Recent studies on improving the thermoelectric figure of merit (ZT) have advanced research into self-powered, wearable technologies using thermoelectric generators. However, previous design approaches do not consider structurally practical heat sink and module geometries, the use of a boost converter, or the size constraint of the generator due to aesthetic appeal, all of which lower the overall power output. Additionally, the reduced efficiency in using a boost converter changes the electrical and thermal load matching conditions for maximum power.
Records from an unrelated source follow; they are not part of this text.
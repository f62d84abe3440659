import { describe, expect, it } from 'vitest';
import { askHolderAt, etaOf, goOnAfterMs, isOpenTo, isSoughtAnew } from './holding';

const T = Date.parse('2026-03-03T09:00:00Z');
const MINUTE = 60_000;

describe('askHolderAt', () => {
	// Common practice, no published source: some time after the minutes given, or after the taking without any.
	it.each([
		['high', null, 10],
		['high', 1, 6],
		['high', 20, 25],
		['medium', null, 30],
		['medium', 10, 40],
		['low', null, 240],
		['low', 5, 245]
	] as const)('%s with %s minutes given: after %s', (grade, eta, minutes) => {
		expect(askHolderAt(grade, T, eta, null)).toBe(T + minutes * MINUTE);
	});

	it.each([
		['before', 9, 9],
		['with', 10, 10],
		['after', 11, 10]
	])('needed by a minute %s the patience ends: after %s', (_, neededIn, minutes) => {
		expect(askHolderAt('high', T, null, T + neededIn * MINUTE)).toBe(T + minutes * MINUTE);
	});

	it.each([
		['high', 1],
		['medium', 5],
		['low', 30]
	] as const)('%s: the answer is waited for %i minutes', (grade, minutes) => {
		expect(goOnAfterMs(grade)).toBe(minutes * MINUTE);
	});
});

describe('isOpenTo', () => {
	const held = { state: 'taken', takenBy: 'nurse', holderAskedAt: null, nextStepAt: null } as const;
	it.each([
		['untaken', { ...held, state: 'raised', takenBy: null, nextStepAt: T }, true, true],
		['taken, its holder coming', held, false, false],
		['taken, its holder asked', { ...held, holderAskedAt: T }, false, false],
		['its holder did not come', { ...held, holderAskedAt: T, nextStepAt: T }, false, true],
		['made graver', { ...held, nextStepAt: T }, true, true],
		['settled', { ...held, state: 'settled' }, false, false]
	] as const)('%s: to the holder %s, to another %s', (_, facts, holder, other) => {
		expect([isOpenTo(facts, 'nurse'), isOpenTo(facts, 'nurse2')]).toEqual([holder, other]);
	});

	it('does not call an untaken one sought anew', () => {
		expect(isSoughtAnew({ state: 'raised', nextStepAt: T })).toBe(false);
	});
});

describe('etaOf', () => {
	it.each([
		[{ etaMinutes: null, etaGivenAt: null, takenAt: T }, null],
		[{ etaMinutes: 5, etaGivenAt: null, takenAt: T }, T + 5 * MINUTE],
		[{ etaMinutes: 5, etaGivenAt: T + MINUTE, takenAt: T }, T + 6 * MINUTE]
	])('%o', (held, expected) => {
		expect(etaOf(held)).toBe(expected);
	});
});
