import type { Person } from '../access/actor';
import { can } from '../access/can';
import type { EscalationMove } from './states';
import type { EscalationView } from './views';

type Facts = Pick<EscalationView, 'state' | 'unitId' | 'holder' | 'passTo' | 'raisedBy' | 'arrivedAt'>;

/**
 * What this person can do about an escalation as it stands, most pressing first; the server decides it once more.
 * Once the holder is at the bedside there is nothing to say about arriving.
 */
export function movesFor(facts: Facts, person: Person): EscalationMove[] {
	const subject = { unitId: facts.unitId };
	const moves: EscalationMove[] = can(person, 'escalation.take', subject) ? takersMoves(facts, person) : [];
	const open = facts.state === 'raised' || facts.state === 'taken';
	if (open && facts.raisedBy.id === person.id && can(person, 'escalation.withdraw', subject)) {
		moves.push('withdraw');
	}
	return moves;
}

function takersMoves({ state, holder, passTo, arrivedAt }: Facts, person: Person): EscalationMove[] {
	if (state === 'raised') {
		return ['take'];
	}
	if (state !== 'taken') {
		return [];
	}
	if (passTo?.id === person.id) {
		return ['confirm'];
	}
	if (holder?.id !== person.id) {
		return [];
	}
	return arrivedAt === null ? ['arrive', 'pass', 'settle'] : ['settle', 'pass'];
}
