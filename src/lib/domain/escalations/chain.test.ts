import { describe, expect, it } from 'vitest';
import { chainOf, chainPosts, chainStep, dueSteps, isChainSpent } from './chain';

// Times of the default chains: common practice, no published source.
describe('the chain of a high escalation', () => {
	it('is announced post by post', () => {
		expect(chainOf('high')).toEqual([
			{ step: 0, afterSeconds: 0, post: 'nurse' },
			{ step: 0, afterSeconds: 0, post: 'nurse-in-charge' },
			{ step: 1, afterSeconds: 120, post: 'nurse' },
			{ step: 1, afterSeconds: 120, post: 'nurse-in-charge' },
			{ step: 2, afterSeconds: 180, post: 'physician' },
			{ step: 3, afterSeconds: 480, post: 'surgeon' }
		]);
	});

	it('repeats every five minutes at its end, and tells everybody', () => {
		expect(chainStep('high', 4)).toEqual({
			afterSeconds: 780,
			posts: ['nurse', 'nurse-in-charge', 'physician', 'surgeon']
		});
		expect(chainStep('high', 5).afterSeconds).toBe(1080);
	});

	it.each([
		[3, false],
		[4, true]
	])('next step %i: spent is %s', (step, spent) => {
		expect(isChainSpent('high', step)).toBe(spent);
	});
});

describe('dueSteps', () => {
	const raised = 1_000_000;
	it.each([
		['just before the second step', 1, 119_999, [], 1, 120_000],
		['at the second step', 1, 120_000, [1], 2, 180_000],
		['just before the third', 2, 179_999, [], 2, 180_000],
		['both overdue after a stop', 1, 200_000, [1, 2], 3, 480_000],
		['the surgeon', 3, 480_000, [3], 4, 780_000],
		['the first repeat', 4, 780_000, [4], 5, 1_080_000],
		['an hour of stop tells the repeats once', 1, 3_600_000, [1, 2, 3, 13], 14, 3_780_000]
	])('%s', (_, next, after, due, nextStep, nextAfter) => {
		expect(dueSteps('high', raised, next, raised + after)).toEqual({
			due,
			nextStep,
			nextAt: raised + nextAfter
		});
	});

	it.each([
		['medium', 1, 600],
		['medium', 2, 1800],
		['low', 1, 3600],
		['low', 2, 14400]
	] as const)('%s step %i is due after %i s', (grade, step, seconds) => {
		expect(chainStep(grade, step).afterSeconds).toBe(seconds);
	});
});

describe('the planned steps', () => {
	it.each([
		[-1, [false, false, false, false]],
		[1, [true, true, false, false]],
		[3, [true, true, true, true]],
		[9, [true, true, true, true]]
	])('after step %i', (lastTold, told) => {
		expect(chainPosts('high', lastTold).map((step) => step.told)).toEqual(told);
	});
});
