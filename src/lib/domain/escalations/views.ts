import type { MessageChannel } from '../messages/codes';
import type { EscalationMoveKind, EscalationState, Grade, Post, Role } from '../core/codes';

export interface EscalationView {
	id: string;
	episodeId: string;
	/** The unit where the patient lies now. */
	unit: string;
	unitId: string;
	bed: string | null;
	patientName: string;
	/** The second identifiers. */
	birthDate: string;
	mrn: string;
	grade: Grade;
	state: EscalationState;
	situation: string;
	background: string;
	assessment: string;
	request: string;
	neededBy: string | null;
	sessionId: string | null;
	threadId: string | null;
	raisedBy: { id: string; name: string; role: Role };
	raisedAt: string;
	/** Whom the raiser named as told in person. */
	toldInPerson: { id: string; name: string } | null;
	/** The newest calls that were added while it was open, oldest first; at most {@link ADDED_SHOWN}. */
	added: AddedCall[];
	/** How many were added in all. */
	addedTotal: number;
	/** Everybody but its raiser who added a call of their own: what they called for is not the raiser's to withdraw. */
	otherCallers: readonly { id: string; name: string }[];
	holder: { id: string; name: string } | null;
	takenAt: string | null;
	etaMinutes: number | null;
	/** When the holder said to be there. */
	etaAt: string | null;
	/** When the holder was asked whether they are there; null once they have answered. */
	askedAt: string | null;
	arrivedAt: string | null;
	passTo: { id: string; name: string } | null;
	passReason: string | null;
	endedBy: { id: string; name: string } | null;
	endedAt: string | null;
	outcome: string | null;
	note: string | null;
	informed: string | null;
	recheckDueAt: string | null;
	/** From when the steps of the chain count: the raising, or the moment a worse grade started it again. */
	chainStartedAt: string;
	/** Who was told, by which channel and when; `name` is null where nobody was on cover for the post. */
	steps: {
		step: number;
		post: Post;
		name: string | null;
		channel: MessageChannel | null;
		at: string;
		message: string | null;
	}[];
	/** Who is told next and when; null while somebody has it and comes. */
	next: { step: number; posts: readonly Post[]; at: string } | null;
	/** Everybody was told and nobody took it. */
	chainSpent: boolean;
	/** `other` is whom a move names beside its maker: the receiver or the giver of a pass, whoever was asked. */
	moves: {
		at: string;
		by: string | null;
		kind: EscalationMoveKind;
		other: string | null;
		etaMinutes: number | null;
	}[];
}

/** More are never shown at once; the rest is on record, and in the threads. */
export const ADDED_SHOWN = 20;

/** What a further caller said about an escalation that was open already. */
export interface AddedCall {
	id: string;
	by: { id: string; name: string; role: Role };
	at: string;
	grade: Grade;
	/** It made the escalation graver. */
	raisedGrade: boolean;
	situation: string;
	background: string;
	assessment: string;
	request: string;
	neededBy: string | null;
	toldInPerson: { id: string; name: string } | null;
	sessionId: string | null;
	threadId: string | null;
}

/** An escalation that nobody comes for as every screen of its unit shows it: where and since when, never what about. */
export interface Alarm {
	id: string;
	unitId: string;
	unit: string;
	bed: string | null;
	grade: Grade;
	raisedAt: string;
	/** Somebody took it and did not come. */
	taken: boolean;
	/** Everybody was told. */
	chainSpent: boolean;
}

/** Somebody an escalation can be passed on to. */
export interface Receiver {
	id: string;
	name: string;
	role: Role;
	/** The post they cover on the unit now, or null. */
	post: Post | null;
}

/** What an SMS link shows to whoever holds it: unit, bed, grade, state. Never a patient's name, never a reading. */
export interface PhoneEscalation {
	id: string;
	unit: string;
	bed: string | null;
	grade: Grade;
	state: EscalationState;
	raisedAt: string;
	raisedByRole: Role;
	/** The holder's name, so that a second reader knows that somebody goes. */
	holder: string | null;
	takenAt: string | null;
	/** True when the holder is the person of this link. */
	mine: boolean;
	/** When the holder said to be there. */
	etaAt: string | null;
	arrivedAt: string | null;
	/** True when the person of this link was asked whether they are there. */
	asked: boolean;
	/** Until when the person of this link can take their taking back; null when they do not hold it. */
	undoUntil: string | null;
	/** True when the holder waits for the person of this link to confirm that they have it. */
	passedToMe: boolean;
	usable: boolean;
	chainStartedAt: string;
	steps: ChainPost[];
	/** When the next step of the chain is due; null once somebody has it. */
	nextAt: string | null;
}

/** One step of the chain: after how long from its start, who, and whether they have been told. */
export interface ChainPost {
	afterSeconds: number;
	posts: readonly Post[];
	told: boolean;
}
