import type { EscalationState } from '../core/codes';
import { Problem } from '../core/errors';

export type EscalationMove =
	'take' | 'eta' | 'arrive' | 'pass' | 'confirm' | 'settle' | 'inform' | 'withdraw';

const ALLOWED: Record<EscalationMove, readonly EscalationState[]> = {
	// A taken one too, when others are sought beside its holder; who that is decides `isOpenTo`.
	take: ['raised', 'taken'],
	eta: ['taken'],
	arrive: ['taken'],
	pass: ['taken'],
	confirm: ['taken'],
	settle: ['taken'],
	inform: ['settled'],
	withdraw: ['raised', 'taken']
};

/** @throws Problem `wrong-state` naming the state that does not allow the move */
export function requireEscalationMove(state: EscalationState, move: EscalationMove): void {
	if (!ALLOWED[move].includes(state)) {
		throw new Problem('wrong-state', `The escalation is ${state}; "${move}" is not possible now.`, { state });
	}
}

/** Settled or withdrawn: nobody is needed any more. */
export function isOver(state: EscalationState): boolean {
	return state === 'settled' || state === 'withdrawn';
}
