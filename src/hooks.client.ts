import type { HandleClientError } from '@sveltejs/kit';
import { isUnreached } from '$lib/client/unreached';

/** A page that could not be fetched is not a fault of the page: it says so, with a way to try again. */
export const handleError: HandleClientError = ({ error, message }) =>
	isUnreached(error) ? { message, code: 'unreached' } : { message };
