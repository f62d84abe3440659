import type { EscalationState, Grade, Post, Role } from '../core/codes';

export interface EscalationView {
	id: string;
	episodeId: string;
	/** The unit where the patient lies now. */
	unit: string;
	unitId: string;
	bed: string | null;
	patientName: string;
	/** The second identifiers. */
	birthDate: string;
	mrn: string;
	grade: Grade;
	state: EscalationState;
	situation: string;
	background: string;
	assessment: string;
	request: string;
	neededBy: string | null;
	sessionId: string | null;
	threadId: string | null;
	raisedBy: { id: string; name: string; role: Role };
	raisedAt: string;
	holder: { id: string; name: string } | null;
	takenAt: string | null;
	etaMinutes: number | null;
	arrivedAt: string | null;
	passTo: { id: string; name: string } | null;
	passReason: string | null;
	endedBy: { id: string; name: string } | null;
	endedAt: string | null;
	outcome: string | null;
	note: string | null;
	informed: string | null;
	recheckDueAt: string | null;
	/** From when the steps of the chain count: the raising, or the moment a worse grade started it again. */
	chainStartedAt: string;
	/** Who was told, by which channel and when; `name` is null where nobody was on cover for the post. */
	steps: {
		step: number;
		post: Post;
		name: string | null;
		channel: 'sms' | null;
		at: string;
		message: string | null;
	}[];
	/** Who is told next and when; null once somebody has it. */
	next: { step: number; posts: readonly Post[]; at: string } | null;
	/** Everybody was told and nobody took it. */
	chainSpent: boolean;
	moves: { at: string; by: string | null; kind: string }[];
}

/** Somebody an escalation can be passed on to. */
export interface Receiver {
	id: string;
	name: string;
	role: Role;
	/** The post they cover on the unit now, or null. */
	post: Post | null;
}

/** What an SMS link shows to whoever holds it: unit, bed, grade, state. Never a patient's name, never a reading. */
export interface PhoneEscalation {
	id: string;
	unit: string;
	bed: string | null;
	grade: Grade;
	state: EscalationState;
	raisedAt: string;
	raisedByRole: Role;
	/** The holder's name, so that a second reader knows that somebody goes. */
	holder: string | null;
	takenAt: string | null;
	/** True when the holder is the person of this link. */
	mine: boolean;
	/** True when the holder waits for the person of this link to confirm that they have it. */
	passedToMe: boolean;
	usable: boolean;
	chainStartedAt: string;
	steps: ChainPost[];
	/** When the next step of the chain is due; null once somebody has it. */
	nextAt: string | null;
}

/** One step of the chain: after how long from its start, who, and whether they have been told. */
export interface ChainPost {
	afterSeconds: number;
	posts: readonly Post[];
	told: boolean;
}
In this study, the limitations of practicality were considered for a wearable thermoelectric generator that utilizes a state-of-the-art boost converter and an optimized heat sink. Heat sink fin geometries and thermoelectric module geometries were explored to maximize the power output within a 42.0cm2 area and a 1.0cm total height, in order to justify the wearability of the energy harvester. With optimized values of fin and module heights, the system was designed to produce 0.48mW of electrical power at a boosted output voltage of 3.0V, enough to power a small heart-rate monitor.

Suggested Citation

  • Pietrzyk, Kyle & Soares, Joseph & Ohara, Brandon & Lee, Hohyun, 2016. "Power generation modeling for a wearable thermoelectric energy harvester with practical limitations," Applied Energy, Elsevier, vol. 183(C), pages 218-228.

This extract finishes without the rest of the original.